Fixed-Rate or Adjustable-Rate Mortgage: Which is Right for You?

 

New neighbors Bob and Sam moved onto a quiet block in South Minneapolis around the same time in 2004. Their homes, which sit across the street from one another, are close in value—each sold for about $200,000—and both Bob and Sam made a 10% down payment.

About ten years after moving in, Bob and Sam began chatting about their homes at a neighborhood barbecue. The subject of mortgage payments came up, and Bob was floored to learn that Sam’s were considerably less. In fact, after punching in a few numbers on his calculator, Bob realized that over the course of the last decade, he had paid almost $24,000 more than Sam on interest and principal payments.

How did Sam get so lucky? When he bought his home in 2004, he opted for an Adjustable-Rate Mortgage (ARM) instead of the standard fixed-rate mortgage. This meant that his interest rate varied over the last ten years, starting out low but increasing over time. Bob, on the other hand, signed a 30-year mortgage with a fixed rate. His payments have remained the same every month since he moved in.
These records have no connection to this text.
#[test]
fn section_figure_draws_each_start_as_a_cloud_over_the_faint_separatrices() {
    // The undriven double well H₀ = p²/2 − q²/2 + q⁴/4 has its separatrix at
    // H₀ = 0 (closed form: the saddle at the origin); the section shows one
    // cloud per start with every point's q and p as computed.
    use phasewright::render::{View, ViewData, view_data, view_scene};
    let (mut s, _) =
        phasewright::session::Session::from_formula("p^2/2 - q^2/2 + q^4/4 - F*q*cos(W*t)")
            .unwrap();
    s.view = phasewright::core::window::Window::new(-2.0, 2.0, -1.5, 1.5).unwrap();
    for p in &mut s.parameters {
        p.value = if p.name == "W" { 1.2 } else { 0.02 };
    }
    s.drive = Some(phasewright::session::drive::DriveSettings {
        period: "2*pi/W".into(),
        periods: Some(20),
        lattice: Some(3),
        ..Default::default()
    });
    // vertices refined onto the exact level, so the check below is tight
    s.levels.refine = true;
    let sys = s.system().unwrap();
    let data = view_data(
        &s,
        &sys,
        &s.view,
        View::Section,
        &Overrides::default(),
        &Cancel::never(),
    )
    .unwrap();
    let ViewData::Section(d) = &data else {
        panic!("not a section")
    };
    let scene = view_scene(&s, &sys, &data, View::Section);
    let with_points = d
        .section
        .orbits
        .iter()
        .filter(|o| !o.points.is_empty())
        .count();
    assert_eq!(scene.clouds.len(), with_points);
    assert!(with_points >= 5, "{with_points} of 9 starts stayed in view");
    let seps: Vec<_> = scene.curves_with("separatrix").collect();
    assert!(!seps.is_empty());
    for c in &seps {
        assert_eq!(c.colour, phasewright::scene::FAINT_SEPARATRIX_COLOUR);
        for p in &c.points {
            let h0 = p[1] * p[1] / 2.0 - p[0] * p[0] / 2.0 + p[0].powi(4) / 4.0;
            assert!(h0.abs() < 1e-6, "{p:?} is off H₀ = 0");
        }
    }
    let svg = to_svg(&scene, FigureSize::default());
    let doc = roxmltree::Document::parse(&svg).unwrap();
    let dots: usize = doc
        .descendants()
        .filter(|n| n.has_tag_name("path") && has_class(n, "cloud"))
        .map(|n| {
            n.attribute("data-points")
                .unwrap()
                .parse::<usize>()
                .unwrap()
        })
        .sum();
    let points: usize = d.section.orbits.iter().map(|o| o.points.len()).sum();
    assert_eq!(dots, points);
}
Fixed-rate mortgages like Bob’s are the standard for most people, and for good reason: a reliable, consistent payment each month over the life of the mortgage can save you a lot of fretting over whether you’ll be able to make ends meet if rates go up. But they really only pay off if you intend to keep your home for the life of the mortgage—in most cases, 30 years. But these days many homeowners switch things up and move to a new house every decade, so a fixed rate that is calculated for three decades doesn’t really make good financial sense for everyone.
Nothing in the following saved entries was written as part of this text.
//! PNG from our SVG with resvg. The font is bundled (DejaVu Sans, loaded from
//! the binary), and no system fonts are consulted, so the same scene gives
//! the same pixels on every machine.

use crate::scene::FONT_FAMILY;
use resvg::{tiny_skia, usvg};
use std::fmt;
use std::sync::Arc;

/// The bundled fonts (DejaVu Sans upright and oblique; licence in assets/DejaVuSans-LICENSE.txt).
pub static FONT: &[u8] = include_bytes!("../../assets/DejaVuSans.ttf");
pub static FONT_OBLIQUE: &[u8] = include_bytes!("../../assets/DejaVuSans-Oblique.ttf");

/// Largest accepted output side in pixels (after scaling).
pub const MAX_PIXELS_SIDE: u32 = 16_000;

/// Why a PNG could not be made.
#[derive(Clone, Debug, PartialEq)]
pub enum PngError {
    /// The SVG did not parse (a defect in the writer, or foreign input).
    Svg(String),
    /// The requested pixel size is zero, too large or not finite.
    Size(String),
    Encode(String),
}

impl fmt::Display for PngError {
    fn fmt(&self, f: &mut fmt::Formatter<'_>) -> fmt::Result {
        match self {
            PngError::Svg(m) => write!(f, "the figure's SVG did not parse: {m}"),
            PngError::Size(m) => write!(f, "bad image size: {m}"),
            PngError::Encode(m) => write!(f, "PNG encoding failed: {m}"),
        }
    }
}

impl std::error::Error for PngError {}

/// usvg options with only the bundled font.
pub fn svg_options() -> usvg::Options<'static> {
    let mut opt = usvg::Options {
        font_family: FONT_FAMILY.to_string(),
        ..usvg::Options::default()
    };
    let mut db = usvg::fontdb::Database::new();
    db.load_font_data(FONT.to_vec());
    db.load_font_data(FONT_OBLIQUE.to_vec());
    db.set_sans_serif_family(FONT_FAMILY);
    opt.fontdb = Arc::new(db);
    opt
}

/// Rasterise `svg` at `scale` times its own width and height and encode it as PNG.
pub fn svg_to_png(svg: &str, scale: f32) -> Result<Vec<u8>, PngError> {
    let pixmap = rasterize(svg, scale)?;
    pixmap
        .encode_png()
        .map_err(|e| PngError::Encode(e.to_string()))
}

/// Rasterise `svg` at `scale` into an RGBA pixmap (white where nothing is drawn).
pub fn rasterize(svg: &str, scale: f32) -> Result<tiny_skia::Pixmap, PngError> {
    if !(scale.is_finite() && scale > 0.0) {
        return Err(PngError::Size(format!(
            "scale {scale} must be a positive number"
        )));
    }
    let tree =
        usvg::Tree::from_str(svg, &svg_options()).map_err(|e| PngError::Svg(e.to_string()))?;
    let size = tree.size();
    let w = (size.width() * scale).round();
    let h = (size.height() * scale).round();
    if !(w >= 1.0 && h >= 1.0 && w <= MAX_PIXELS_SIDE as f32 && h <= MAX_PIXELS_SIDE as f32) {
        return Err(PngError::Size(format!(
            "{w}x{h} pixels is outside 1..={MAX_PIXELS_SIDE} per side"
        )));
    }
    let mut pixmap = tiny_skia::Pixmap::new(w as u32, h as u32)
        .ok_or_else(|| PngError::Size(format!("cannot allocate {w}x{h} pixels")))?;
    pixmap.fill(tiny_skia::Color::WHITE);
    let transform = tiny_skia::Transform::from_scale(w / size.width(), h / size.height());
    resvg::render(&tree, transform, &mut pixmap.as_mut());
    Ok(pixmap)
}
When Sam moved to South Minneapolis in 2004, he knew he wasn’t going to stay there more than 10 years. He was also financially comfortable enough to accommodate fluctuating mortgage payments, and when he did save money he applied it right back to the principal balance. So an ARM was the right choice for him—had he stayed in his home for 30 years, his adjustable rate would have risen above the fixed rate and cost him more money over the long term.

But don’t feel too sorry for Bob just yet—he plans on enjoying his home until after he retires. At that point, the fixed rate will have paid off, and until then, he doesn’t have to worry about his payments going up each month. So in this case, both Bob and Sam made the right choices for themselves in the end.

If you’re ready to buy a home, ask yourself: How long do I plan on staying here? Can my budget withstand fluctuating payments? What is the current interest rate? With a little foresight and financial planning, you can rest easy knowing that you chose the right mortgage for you.